TASK INSTRUCTIONS =
Once the line with "const quote = (identifier: string)" is found in the data, output it and each following line exactly, up to and including the line with "entity's property names;", and nothing before or after.

Start of GIVEN DATA

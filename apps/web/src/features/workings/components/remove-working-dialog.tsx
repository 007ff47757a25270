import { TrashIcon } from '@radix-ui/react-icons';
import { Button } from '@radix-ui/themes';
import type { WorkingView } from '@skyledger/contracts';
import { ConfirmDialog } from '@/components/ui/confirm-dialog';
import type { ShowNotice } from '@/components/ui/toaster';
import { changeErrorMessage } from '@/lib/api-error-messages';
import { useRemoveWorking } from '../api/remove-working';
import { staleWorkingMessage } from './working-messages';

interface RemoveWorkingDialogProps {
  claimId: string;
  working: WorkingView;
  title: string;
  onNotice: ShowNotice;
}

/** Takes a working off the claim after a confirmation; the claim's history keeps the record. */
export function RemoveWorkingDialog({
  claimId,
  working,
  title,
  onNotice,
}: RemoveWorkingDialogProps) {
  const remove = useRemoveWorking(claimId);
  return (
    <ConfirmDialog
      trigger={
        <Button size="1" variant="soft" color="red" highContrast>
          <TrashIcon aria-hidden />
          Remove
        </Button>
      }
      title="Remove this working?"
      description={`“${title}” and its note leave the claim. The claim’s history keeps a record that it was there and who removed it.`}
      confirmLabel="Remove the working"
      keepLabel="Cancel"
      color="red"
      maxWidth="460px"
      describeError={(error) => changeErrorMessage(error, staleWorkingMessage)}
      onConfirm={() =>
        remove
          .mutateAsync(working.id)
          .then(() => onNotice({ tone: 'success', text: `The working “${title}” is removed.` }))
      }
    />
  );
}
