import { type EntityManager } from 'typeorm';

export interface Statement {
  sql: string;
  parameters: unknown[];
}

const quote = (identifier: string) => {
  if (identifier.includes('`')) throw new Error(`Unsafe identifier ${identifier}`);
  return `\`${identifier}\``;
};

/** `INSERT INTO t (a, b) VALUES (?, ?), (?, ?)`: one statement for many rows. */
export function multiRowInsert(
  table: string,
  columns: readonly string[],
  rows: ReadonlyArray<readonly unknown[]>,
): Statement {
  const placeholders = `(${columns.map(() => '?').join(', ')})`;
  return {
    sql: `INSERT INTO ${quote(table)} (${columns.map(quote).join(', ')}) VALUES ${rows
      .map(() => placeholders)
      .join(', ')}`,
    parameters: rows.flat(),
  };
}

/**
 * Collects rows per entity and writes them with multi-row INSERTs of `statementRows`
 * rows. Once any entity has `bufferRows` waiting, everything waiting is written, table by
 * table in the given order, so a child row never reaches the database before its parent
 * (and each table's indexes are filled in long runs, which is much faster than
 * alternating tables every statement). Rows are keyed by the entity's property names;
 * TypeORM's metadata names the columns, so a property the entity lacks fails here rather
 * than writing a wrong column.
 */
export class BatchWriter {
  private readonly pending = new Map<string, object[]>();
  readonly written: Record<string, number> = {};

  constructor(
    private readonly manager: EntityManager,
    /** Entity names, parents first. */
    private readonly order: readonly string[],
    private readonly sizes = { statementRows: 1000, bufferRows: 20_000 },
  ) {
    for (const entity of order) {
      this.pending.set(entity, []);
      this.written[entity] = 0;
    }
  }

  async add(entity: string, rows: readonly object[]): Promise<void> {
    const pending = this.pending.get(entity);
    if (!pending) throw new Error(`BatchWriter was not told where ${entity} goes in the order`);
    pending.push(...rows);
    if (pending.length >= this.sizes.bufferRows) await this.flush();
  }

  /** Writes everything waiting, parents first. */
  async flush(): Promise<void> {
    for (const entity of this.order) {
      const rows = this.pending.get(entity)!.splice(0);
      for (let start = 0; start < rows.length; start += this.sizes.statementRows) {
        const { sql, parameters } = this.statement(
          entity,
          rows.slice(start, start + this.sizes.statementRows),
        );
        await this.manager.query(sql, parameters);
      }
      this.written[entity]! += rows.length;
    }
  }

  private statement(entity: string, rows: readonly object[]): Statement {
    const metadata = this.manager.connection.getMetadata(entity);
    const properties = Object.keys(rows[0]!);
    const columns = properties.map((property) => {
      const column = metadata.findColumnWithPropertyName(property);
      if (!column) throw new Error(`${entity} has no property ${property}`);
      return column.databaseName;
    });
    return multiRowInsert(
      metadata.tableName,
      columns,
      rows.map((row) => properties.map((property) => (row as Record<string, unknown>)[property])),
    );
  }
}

End of GIVEN DATA
Start of GIVEN DATA

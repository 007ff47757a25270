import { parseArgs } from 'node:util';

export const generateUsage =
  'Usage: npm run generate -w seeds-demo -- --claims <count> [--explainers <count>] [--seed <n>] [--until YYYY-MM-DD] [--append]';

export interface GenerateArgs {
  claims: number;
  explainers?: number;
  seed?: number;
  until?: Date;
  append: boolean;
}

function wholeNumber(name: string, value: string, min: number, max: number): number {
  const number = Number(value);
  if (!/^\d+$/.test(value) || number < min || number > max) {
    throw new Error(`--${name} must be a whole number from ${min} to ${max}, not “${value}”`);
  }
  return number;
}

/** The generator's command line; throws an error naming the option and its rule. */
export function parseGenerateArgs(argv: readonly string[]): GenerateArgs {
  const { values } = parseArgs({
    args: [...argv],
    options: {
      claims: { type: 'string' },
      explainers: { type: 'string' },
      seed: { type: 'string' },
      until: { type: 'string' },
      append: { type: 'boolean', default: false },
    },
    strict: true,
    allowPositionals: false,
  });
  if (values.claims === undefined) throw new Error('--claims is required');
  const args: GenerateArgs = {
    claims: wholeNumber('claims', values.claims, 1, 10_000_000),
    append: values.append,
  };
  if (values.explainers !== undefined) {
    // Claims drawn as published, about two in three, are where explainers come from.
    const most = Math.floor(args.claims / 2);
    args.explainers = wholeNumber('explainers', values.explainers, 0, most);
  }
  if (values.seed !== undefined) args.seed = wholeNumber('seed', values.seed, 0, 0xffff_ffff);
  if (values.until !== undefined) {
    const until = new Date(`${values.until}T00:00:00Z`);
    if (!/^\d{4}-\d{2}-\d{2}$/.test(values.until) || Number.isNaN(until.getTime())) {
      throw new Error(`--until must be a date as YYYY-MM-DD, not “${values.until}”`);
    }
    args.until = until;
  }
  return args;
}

End of GIVEN DATA

RESPONSE TO THIS EXERCISE =
const quote = (identifier: string) => {
  if (identifier.includes('`')) throw new Error(`Unsafe identifier ${identifier}`);
  return `\`${identifier}\``;
};

/** `INSERT INTO t (a, b) VALUES (?, ?), (?, ?)`: one statement for many rows. */
export function multiRowInsert(
  table: string,
  columns: readonly string[],
  rows: ReadonlyArray<readonly unknown[]>,
): Statement {
  const placeholders = `(${columns.map(() => '?').join(', ')})`;
  return {
    sql: `INSERT INTO ${quote(table)} (${columns.map(quote).join(', ')}) VALUES ${rows
      .map(() => placeholders)
      .join(', ')}`,
    parameters: rows.flat(),
  };
}

/**
 * Collects rows per entity and writes them with multi-row INSERTs of `statementRows`
 * rows. Once any entity has `bufferRows` waiting, everything waiting is written, table by
 * table in the given order, so a child row never reaches the database before its parent
 * (and each table's indexes are filled in long runs, which is much faster than
 * alternating tables every statement). Rows are keyed by the entity's property names;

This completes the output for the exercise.